Regular Expressions
other posts

theory

A notation for describing the languages of Finite Automata.

Last week I discussed state machines; in particular I presented Deterministic Finite Automata, the simplest of the machines recognizing languages that form the subject matter of computability theory. In this post I discuss a common notation for describing the languages that these automata recognize, though I won’t show that that is what I am doing until a later post.

# Strings, Languages, Expressions

Recall that an alphabet is a set of symbols, like {`a`, `b``#`}; a string is an ordered list of symbols from that alphabet like `aab#ba##`, and a language is a set of those strings, like {`baa`, `aba`, `##a#b`}.

Our goal today is to come up with a succinct notation for describing languages that might contain infinitely many strings, such as “‍strings with a `b` after every `a`‍” or “‍strings with more `#`s than `b`s.‍” We won’t succeed in creating a notation for “‍more `#`s than `b`s‍” in this post… We’ll call representations of this notation expressions and display them `thus`.

# Regular Expressions

Let’s start simple. Let’s let a sequence of symbols from our alphabet represent that sequence of symbols: `a` describes the language {`a`}, `baa` describes the language {`baa`}, etc. We don’t have any way to describe languages with more than a single string in them, but we have to start somewhere.

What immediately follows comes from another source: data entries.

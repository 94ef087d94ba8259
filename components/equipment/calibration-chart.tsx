"use client";

import dynamic from "next/dynamic";
import { PlotLoading } from "@/components/ui/plot-loading";

const CalibrationPlot = dynamic(() => import("./calibration-plot").then((m) => m.CalibrationPlot), {
  ssr: false,
  loading: PlotLoading,
});

/**
 * The certificate's points and the fitted line, in display units. The box and its text alternative
 * come with the page; the drawing (recharts) loads after it.
 */
export function CalibrationChart(props: {
  points: { p: number; f: number }[];
  line: { p: number; f: number }[];
  pressureUnit: string;
  forceUnit: string;
  label: string;
}) {
  return (
    <div className="h-48 w-full" role="img" aria-label={props.label}>
      <CalibrationPlot
        points={props.points}
        line={props.line}
        pressureUnit={props.pressureUnit}
        forceUnit={props.forceUnit}
      />
    </div>
  );
}
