import { IDBFactory, IDBKeyRange } from "fake-indexeddb";
import { uuidv7 } from "uuidv7";
import type { RecordPayload } from "@/lib/schemas/record";
import type { FieldTendon, PullResponse } from "@/lib/schemas/sync";
import { emptyPull as emptyPullAt } from "@/lib/schemas/sync-response";
import { FieldDb, writeMeta, type SessionMeta } from "./db";

/** A tablet database on fake-indexeddb for tests; `factory` lets a test reopen the same data. */
export function testDb(
  name = `field-${crypto.randomUUID()}`,
  factory: IDBFactory = new IDBFactory(),
): { db: FieldDb; factory: IDBFactory; name: string } {
  return { db: new FieldDb(name, { indexedDB: factory, IDBKeyRange }), factory, name };
}

export const TEST_USER: SessionMeta = {
  userId: "0190a0b0-0000-7000-8000-000000000001",
  name: "Test Crew",
  email: "crew@test.tautline.test",
  projects: [],
  checkedAt: "2026-12-02T08:00:00.000Z",
};

export async function signIn(db: FieldDb, user: SessionMeta = TEST_USER): Promise<void> {
  await writeMeta(db, "session", user);
}

/** A first revision as the form would make it (values need not match a real tendon here). */
export function samplePayload(overrides: Partial<RecordPayload> = {}): { recordId: string; payload: RecordPayload } {
  const recordId = uuidv7();
  return {
    recordId,
    payload: {
      projectId: "0190a0b0-0000-7000-8000-0000000000aa",
      pourId: "0190a0b0-0000-7000-8000-0000000000bb",
      tendonId: "0190a0b0-0000-7000-8000-0000000000cc",
      tendonEnd: "A",
      chainId: recordId,
      revision: 1,
      baseRecordId: null,
      revisionReason: null,
      equipmentSetId: "0190a0b0-0000-7000-8000-0000000000dd",
      calibrationId: null,
      expiredCalibrationReason: null,
      initialPressureMPa: null,
      finalPressureMPa: 28.5,
      readingMethod: "marks",
      entered: {
        units: { length: "mm", pressure: "MPa" },
        initialPressure: null,
        finalPressure: "28.5",
        marks: { before: "0", after: "112" },
        strokes: null,
        seating: null,
      },
      measuredMm: 112,
      seatingMm: null,
      wireBreaks: 0,
      remarks: null,
      deviceTime: "2026-12-02T09:00:00.000Z",
      deviceTimeZone: "UTC",
      authorUserId: TEST_USER.userId,
      ...overrides,
    },
  };
}

/** A pull that changes nothing, at a cursor: a test names what it brings. */
export function emptyPull(cursor: string, over: Partial<PullResponse> = {}): PullResponse {
  return { ...emptyPullAt(cursor, "2026-12-02T16:00:00.000Z"), ...over };
}

/** A one-end, single-strand 9 m tendon of the pour on the tablet (values need not match a real tendon). */
export function fieldTendon(where: { id: string; projectId: string; pourId: string; tag: string }): FieldTendon {
  return {
    ...where,
    kind: "unbonded_monostrand",
    strandSize: "0.5 in",
    strandCount: 1,
    segments: [{ lengthMm: 9000, angleRad: 0 }],
    ends: "A",
    jackGripMm: null,
    strandLotId: null,
  };
}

Let’s add a symbol not in our language—say, `?`—that means something else. Let’s have it mean “‍You can include the previous symbol or not, both are ok.‍” Thus `ab?` describes the language {`ab`, `a`}, `b?a?a?` describes the language {`baa`, , `ba`, `a`, `b`, `aa`}, etc. Our expressions are more succinct now, but still can’t express {`abb`, `a`} Try it; you’ll end up with {`abb`, `ab`, `a`} or {`abb`, `ab`}. .

So let’s add more symbols, `(` and `)`, and let them group things together. `a(bb)` describes the language {`a`}, `abb?` describes the language {`ab`, `abb`}, `a(bb)?` describes the language {`a`, `abb`}, etc. This adds to what we can express, but we’re still missing things like {`a`, `b`, `#`}.

Let’s add another symbols, `|`. This will mean “‍either the thing on the left, or the thing on the right, but not both‍”. `aba|bb` describes the language {`aba`, `bb`}, `a(b|a)` describes the language {`ab`, `aa`}, `a(b|a)?` describes the language {`a`, `ab`, `aa`}, etc. Now we can express any finite language, but we still don’t have infinite languages like {`a`, `aa`, `aaa`, …}.

There’s one more symbol we need to make our expressions “‍regular‍”: `*`. A `*` is very similar to a `?`, but where `a?` means zero or one `a`s, `a*` means any number of `a`s, zero or more. `aa*` describes the language {`a`, `aa`, `aaa`, …}, `(b|a)*` describes the language consisting of any number of `a`s and `b`s in any order, etc. Some of these languages are hard to describe any other way: for example, `a(bab|aaa?)*b` describes the set of strings where each string starts with an `a`, ends with a `b`, and in between has any number of `bab`, `aa`, and `aaa` in any order.

There are a variety of shorthands for regular expressions: for example, many use the symbol `+` to mean “‍one or more‍” instead of `*`’s “‍zero or more‍”; but all of these are just for convenience, not expressive power.

# Why should I care?

Regular expressions exist “‍in the wild‍”: in most word processors and text editors, for example, when you search you can choose to search for regular expressions instead of just simple strings. But if I were going for that I would have taught you about some of the more convenient extras they use such as `.` and `[` and `]`. You are welcome to read up on practical regular expressions elsewhere: there are plenty of good tutorials accessible through any search engine.

This is a post about theory. One of the basic theoretic questions we will ask is given two ways of representing a language (in our case regular expressions and DFAs) can we tell if the two are inter-changeable? Another, perhaps more interesting, question is are there languages that cannot be expressed using these techniques? These and others will be investigated in future posts.